# Visa duration and employment start date dont match up.



## Neda-ffh (Jul 5, 2012)

Now my spouses employer said that he must start aug 26 and today the HR contacted us saying that they will apply for the visa after the ministry security clearance is done. I have already sent HR all attested docs. 

So, are the employers actually expecting me to get my visa before aug 26? After all I read that it takes atleast 17 to 20 working days. 

I'm confused on how to plan for my trip and kids schooling. I dunno. 

Neda


----------



## BedouGirl (Sep 15, 2011)

Your husband's visa must be stamped in his passport before the process can be started for you and the children. This cannot be finalised till he is actually in the country. If you are coming with him, then it would have to be on a visit visa.


----------



## Neda-ffh (Jul 5, 2012)

Ya. That's what we ere planning in doing But my concern is about his visa. I mean if they want him to start aug 26 and as of July 26 they are waiting for ministry clearance to apply for visa.... Then hes looking at atleast 1 month. Oh don't forget the eid holy holiday which will be from aug 19 till aug 26 so actually he must start work in 3 weeks. 
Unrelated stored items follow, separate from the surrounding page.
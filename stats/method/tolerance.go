package method

import (
	"math"
	"sync"

	"gonum.org/v1/gonum/integrate/quad"
	"gonum.org/v1/gonum/mathext"
)

// NormalTolerance holds the factors of normal tolerance intervals: with
// confidence Confidence, at least the fraction Coverage of the population
// lies in mean ± K2·s (two-sided), or above mean - K1·s (or below
// mean + K1·s) (one-sided).
type NormalTolerance struct {
	N                    int
	DF                   float64 // degrees of freedom of s
	Coverage, Confidence float64
	K2                   float64 // two-sided, exact (Odeh and Owen 1980 integral)
	K2Howe               float64 // two-sided, Howe's (1969) approximation, for comparison
	K1                   float64 // one-sided, exact (noncentral t)
}

// NormalToleranceFactors returns the tolerance factors for a normal sample
// of n readings whose SD has df degrees of freedom (df = n-1 for the
// ordinary sample SD).
//
// K2 is the exact two-sided factor (Wald and Wolfowitz 1946; computed as in
// Odeh and Owen 1980, "Tables for Normal Tolerance Limits", Dekker): the k
// solving
//
//	γ = √(2n/π) ∫₀^∞ Pr{χ²_ν > ν r(x)²/k²} e^(-n x²/2) dx,
//	Φ(x+r) - Φ(x-r) = P,
//
// with the integral by composite Gauss-Legendre quadrature (gonum
// integrate/quad) and k by bisection. K2Howe is Howe's (1969, JASA
// 64:610-620) approximation k = √(ν(1+1/n) z²((1+P)/2) / χ²(1-γ, ν)).
// K1 is the exact one-sided factor t'(γ; ν, z_P √n)/√n, a quantile of the
// noncentral t distribution (Owen 1963), see TolNoncentralTCDF.
//
// Errors: n < 2, df not positive, coverage or confidence outside (0, 1).
func NormalToleranceFactors(n int, df, coverage, confidence float64) (NormalTolerance, error) {
	r := NormalTolerance{N: n, DF: df, Coverage: coverage, Confidence: confidence}
	if n < 2 {
		return r, ErrCapTooFew
	}
	if !(df > 0) || math.IsInf(df, 0) {
		return r, ErrCapInput
	}
	if !(coverage > 0 && coverage < 1) || !(confidence > 0 && confidence < 1) {
		return r, ErrCapLevel
	}
	nf := float64(n)
	zp2 := mathext.NormalQuantile((1 + coverage) / 2)
	chi := 2 * mathext.GammaIncRegInv(df/2, 1-confidence)
	r.K2Howe = math.Sqrt(df * (1 + 1/nf) * zp2 * zp2 / chi)
	r.K2 = tolTwoSidedExact(nf, df, coverage, confidence, r.K2Howe)
	k1, err := TolNoncentralTQuantile(confidence, df, mathext.NormalQuantile(coverage)*math.Sqrt(nf))
	if err != nil {
		return r, err
	}
	r.K1 = k1 / math.Sqrt(nf)
	return r, nil
}

// tolRule gives Gauss-Legendre nodes and weights on [0, 1] (gonum quad),
// computed on first use (not at start).
var tolRule = sync.OnceValue(func() (r struct{ x, w []float64 }) {
	r.x, r.w = make([]float64, 24), make([]float64, 24)
	quad.Legendre{}.FixedLocations(r.x, r.w, 0, 1)
	return r
})

// tolTwoSidedExact solves the Odeh-Owen integral for k (see
// NormalToleranceFactors). The substitution u = x√n makes the weight
// e^(-u²/2); u runs over [0, 12] in 48 panels of 24 Gauss-Legendre nodes
// (the integrand's tail beyond 12 is below e^-72).
func tolTwoSidedExact(n, df, p, conf, guess float64) float64 {
	const panels, width = 48, 0.25
	rule := tolRule()
	tolNodes, tolWeights := rule.x, rule.w
	m := panels * len(tolNodes)
	r2 := make([]float64, m) // ν r(x)², independent of k
	wt := make([]float64, m) // quadrature weight × √(2/π) e^(-u²/2)
	zp := mathext.NormalQuantile((1 + p) / 2)
	for j := 0; j < panels; j++ {
		for i, t := range tolNodes {
			u := (float64(j) + t) * width
			x := u / math.Sqrt(n)
			r := tolCoverR(x, p, zp)
			r2[j*len(tolNodes)+i] = df * r * r
			wt[j*len(tolNodes)+i] = tolWeights[i] * width * math.Sqrt(2/math.Pi) * math.Exp(-u*u/2)
		}
	}
	gamma := func(k float64) float64 {
		s := 0.0
		for i := range r2 {
			s += wt[i] * mathext.GammaIncRegComp(df/2, r2[i]/(k*k)/2)
		}
		return s
	}
	// the guess (Howe's factor) is close: bracket the root tightly around
	// it, widening as needed
	lo, hi := guess*0.99, guess*1.01
	flo, fhi := gamma(lo)-conf, gamma(hi)-conf
	for f := 1.02; fhi < 0 && hi < 1e12; f *= f {
		lo, flo = hi, fhi
		hi *= f
		fhi = gamma(hi) - conf
	}
	for f := 1.02; flo > 0 && lo > 1e-12; f *= f {
		hi, fhi = lo, flo
		lo /= f
		flo = gamma(lo) - conf
	}
	// gamma rises with k: the Illinois variant of regula falsi (Dowell
	// and Jarratt 1971), with a bisection step whenever a step fails to
	// halve the bracket, needs a fraction of bisection's integrals (each
	// costs 1,152 incomplete gamma functions, slow at large df)
	side := 0
	for it := 0; it < 200 && hi-lo > 1e-14*hi; it++ {
		width := hi - lo
		mid := (lo + hi) / 2
		if side != 2 && fhi != flo {
			mid = hi - fhi*(hi-lo)/(fhi-flo)
		}
		if !(mid > lo && mid < hi) {
			mid = (lo + hi) / 2
		}
		fm := gamma(mid) - conf
		switch {
		case fm == 0:
			return mid
		case fm < 0:
			lo, flo = mid, fm
			if side == -1 {
				fhi /= 2
			}
			side = -1
		default:
			hi, fhi = mid, fm
			if side == 1 {
				flo /= 2
			}
			side = 1
		}
		if hi-lo > width/2 {
			side = 2 // next step: bisection
		}
	}
	return (lo + hi) / 2
}

// tolCoverR solves Φ(x+r) - Φ(x-r) = p for r ≥ 0 by Newton's method from
// r = zp + x (exact at x = 0 to first order).
func tolCoverR(x, p, zp float64) float64 {
	r := zp + x
	for it := 0; it < 100; it++ {
		f := capNormCDF(x+r) - capNormCDF(x-r) - p
		d := tolPhi(x+r) + tolPhi(x-r)
		if d == 0 {
			break
		}
		step := f / d
		nr := r - step
		if nr <= 0 {
			nr = r / 2
		}
		if math.Abs(nr-r) <= 1e-15*r {
			r = nr
			break
		}
		r = nr
	}
	return r
}

func tolPhi(z float64) float64 { return math.Exp(-z*z/2) / math.Sqrt(2*math.Pi) }

// TolNoncentralTCDF returns Pr{T ≤ t} for the noncentral t distribution
// with df degrees of freedom and noncentrality delta, by algorithm AS 243
// (Lenth 1989, Applied Statistics 38:185-189) with the refinements of
// R's pnt (R 4.2.2): beyond |delta| > 37.62 (or df > 4e5) the normal
// approximation of Abramowitz and Stegun (1964) 26.7.10 is used, as R does.
// NaN in, NaN out; df must be positive.
func TolNoncentralTCDF(t, df, delta float64) float64 {
	if math.IsNaN(t) || math.IsNaN(df) || math.IsNaN(delta) || !(df > 0) {
		return math.NaN()
	}
	if math.IsInf(t, 1) {
		return 1
	}
	if math.IsInf(t, -1) {
		return 0
	}
	var negdel bool
	tt, del := t, delta
	if t < 0 {
		negdel, tt, del = true, -t, -delta
	}
	if df > 4e5 || del*del > 2*math.Ln2*1021 {
		s := 1 / (4 * df)
		v := capNormCDF((tt*(1-s) - del) / math.Sqrt(1+tt*tt*2*s))
		if negdel {
			return 1 - v
		}
		return v
	}
	x := t * t / (t*t + df)
	var tnc float64
	if x > 0 {
		lambda := del * del
		p := 0.5 * math.Exp(-0.5*lambda)
		q := math.Sqrt(2/math.Pi) * p * del
		s := 0.5 - p
		if s < 1e-7 {
			s = -0.5 * math.Expm1(-0.5*lambda)
		}
		a := 0.5
		b := 0.5 * df
		rxb := math.Pow(1-x, b)
		lgb, _ := math.Lgamma(b)
		lgb5, _ := math.Lgamma(0.5 + b)
		albeta := 0.5*math.Log(math.Pi) + lgb - lgb5
		xodd := mathext.RegIncBeta(a, b, x)
		godd := 2 * rxb * math.Exp(a*math.Log(x)-albeta)
		tnc = b * x
		xeven := 1 - rxb
		if tnc < 2.220446049250313e-16 {
			xeven = tnc
		}
		geven := tnc * rxb
		tnc = p*xodd + q*xeven
		for it := 1; it <= 1000; it++ {
			a++
			xodd -= godd
			xeven -= geven
			godd *= x * (a + b - 1) / a
			geven *= x * (a + b - 0.5) / (a + 0.5)
			p *= lambda / float64(2*it)
			q *= lambda / float64(2*it+1)
			tnc += p*xodd + q*xeven
			s -= p
			if s < -1e-10 || (s <= 0 && it > 1) {
				break
			}
			if math.Abs(2*s*(xodd-godd)) < 1e-12 {
				break
			}
		}
	}
	tnc += capNormCDF(-del)
	if tnc > 1 {
		tnc = 1
	}
	if negdel {
		return 1 - tnc
	}
	return tnc
}

// TolNoncentralTQuantile returns the p quantile of the noncentral t
// distribution (df, delta): the t with TolNoncentralTCDF(t) = p, by
// bracketing and bisection to relative 1e-13. Errors: p outside (0, 1), df
// not positive, non-finite delta.
func TolNoncentralTQuantile(p, df, delta float64) (float64, error) {
	if !(p > 0 && p < 1) {
		return math.NaN(), ErrCapLevel
	}
	if !(df > 0) || math.IsNaN(delta) || math.IsInf(delta, 0) || math.IsInf(df, 0) {
		return math.NaN(), ErrCapInput
	}
	f := func(t float64) float64 { return TolNoncentralTCDF(t, df, delta) - p }
	step := 1 + math.Abs(delta)
	lo, hi := delta-step, delta+step
	for i := 0; f(lo) > 0 && i < 2000; i++ {
		lo -= step
		step *= 2
	}
	step = 1 + math.Abs(delta)
	for i := 0; f(hi) < 0 && i < 2000; i++ {
		hi += step
		step *= 2
	}
	if f(lo) > 0 || f(hi) < 0 {
		return math.NaN(), ErrCapInput
	}
	for it := 0; it < 300 && hi-lo > 1e-13*math.Max(1, math.Abs(hi)); it++ {
		mid := (lo + hi) / 2
		if f(mid) < 0 {
			lo = mid
		} else {
			hi = mid
		}
	}
	return (lo + hi) / 2, nil
}

// DistFreeConfidence returns the confidence that the interval between the
// r-th smallest and the s-th largest of n readings covers at least the
// fraction coverage of the population, for any continuous distribution
// (Wilks 1941, Ann. Math. Statist. 12:91-96): with m = r + s, the coverage
// is Beta(n-m+1, m) distributed, so the confidence is 1 - I_P(n-m+1, m).
// r = s = 1 is (min, max); r = 0 or s = 0 is a one-sided interval (no limit on
// that side). Errors: r or s negative, r + s = 0 or > n, coverage outside (0, 1).
func DistFreeConfidence(n, r, s int, coverage float64) (float64, error) {
	if r < 0 || s < 0 || r+s == 0 {
		return 0, ErrCapInput
	}
	if n < r+s {
		return 0, ErrCapTooFew
	}
	if !(coverage > 0 && coverage < 1) {
		return 0, ErrCapLevel
	}
	m := float64(r + s)
	return 1 - mathext.RegIncBeta(float64(n)-m+1, m, coverage), nil
}

// DistFreeSampleSize returns the smallest n for which the interval between
// the r-th smallest and the s-th largest reading (r = s = 1: min and max;
// r = 0 or s = 0: one-sided) covers at least the fraction coverage with at
// least the given confidence (Wilks 1941; see DistFreeConfidence). Capped at
// 1e9 readings (ErrCapTooFew beyond).
func DistFreeSampleSize(r, s int, coverage, confidence float64) (int, error) {
	if !(confidence > 0 && confidence < 1) {
		return 0, ErrCapLevel
	}
	m := r + s
	ok := func(n int) bool {
		c, err := DistFreeConfidence(n, r, s, coverage)
		return err == nil && c >= confidence
	}
	if _, err := DistFreeConfidence(m, r, s, coverage); err != nil {
		return 0, err
	}
	if ok(m) {
		return m, nil
	}
	lo, hi := m, m+1
	for !ok(hi) {
		if hi > 1e9 {
			return 0, ErrCapTooFew
		}
		lo, hi = hi, hi*2
	}
	for hi-lo > 1 {
		mid := lo + (hi-lo)/2
		if ok(mid) {
			hi = mid
		} else {
			lo = mid
		}
	}
	return hi, nil
}

// DistFreeRanks returns the widest claim n readings support: the largest
// m = r + s such that the interval between the r-th smallest and the s-th
// largest reading covers at least coverage with at least the given
// confidence (Wilks 1941), with r = ceil(m/2), s = m - r when twoSided, else
// r = 0, s = m (an upper limit; use the mirror for a lower one). achieved is
// the confidence of that choice. ok false: even (min, max) (or the maximum)
// is not enough.
func DistFreeRanks(n int, coverage, confidence float64, twoSided bool) (r, s int, achieved float64, ok bool) {
	if n < 1 || !(coverage > 0 && coverage < 1) || !(confidence > 0 && confidence < 1) {
		return 0, 0, 0, false
	}
	split := func(m int) (int, int) {
		if twoSided {
			return (m + 1) / 2, m / 2
		}
		return 0, m
	}
	m0 := 1
	if twoSided {
		m0 = 2
	}
	// confidence decreases as m grows: binary search the last m that holds.
	conf := func(m int) float64 {
		a, b := split(m)
		c, err := DistFreeConfidence(n, a, b, coverage)
		if err != nil {
			return 0
		}
		return c
	}
	if n < m0 || conf(m0) < confidence {
		return 0, 0, 0, false
	}
	lo, hi := m0, n+1 // conf(lo) ≥ confidence; hi: beyond n
	for hi-lo > 1 {
		mid := lo + (hi-lo)/2
		if conf(mid) >= confidence {
			lo = mid
		} else {
			hi = mid
		}
	}
	r, s = split(lo)
	return r, s, conf(lo), true
}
I'm just scratching my head in wander if the employer is aware of this. 


Thanks

Neda


----------



## BedouGirl (Sep 15, 2011)

Neda-ffh said:


> Ya. That's what we ere planning in doing But my concern is about his visa. I mean if they want him to start aug 26 and as of July 26 they are waiting for ministry clearance to apply for visa.... Then hes looking at atleast 1 month. Oh don't forget the eid holy holiday which will be from aug 19 till aug 26 so actually he must start work in 3 weeks.
> 
> I'm just scratching my head in wander if the employer is aware of this.
> 
> ...


I am sure they are Neda. If they want him to start, they will do everything in their power to expedite matters. He can always send them an email to 'register' his concerns but if there are any delays, it's obviously not his responsibility.


----------



## Neda-ffh (Jul 5, 2012)

Hey. Thanks. Ya. They are already constantly contacting him.. Informing him of every action they are doing. early next week they will begin the visa application. So I do hope all will be dine by aug 26

Btw; does the visa process duration depend on the job and employer. I mean it is a decent job with a well known employer. 

Thanks


----------



## wandabug (Apr 22, 2010)

Decent employer with a good PRO - can be done in a week. Although Ramadan does slow things down.


----------



## expat_to_uae (Aug 7, 2012)

Security clearance is a govt. thing and it is not time bound. For my friend it took 5 weeks while for me it took 10 weeks. I got it very recently.


----------



## Whiteunicorn (Aug 14, 2012)

Could you tell me please what kind of documents are required for the security clearance?


----------



## expat_to_uae (Aug 7, 2012)

Whiteunicorn said:


> Could you tell me please what kind of documents are required for the security clearance?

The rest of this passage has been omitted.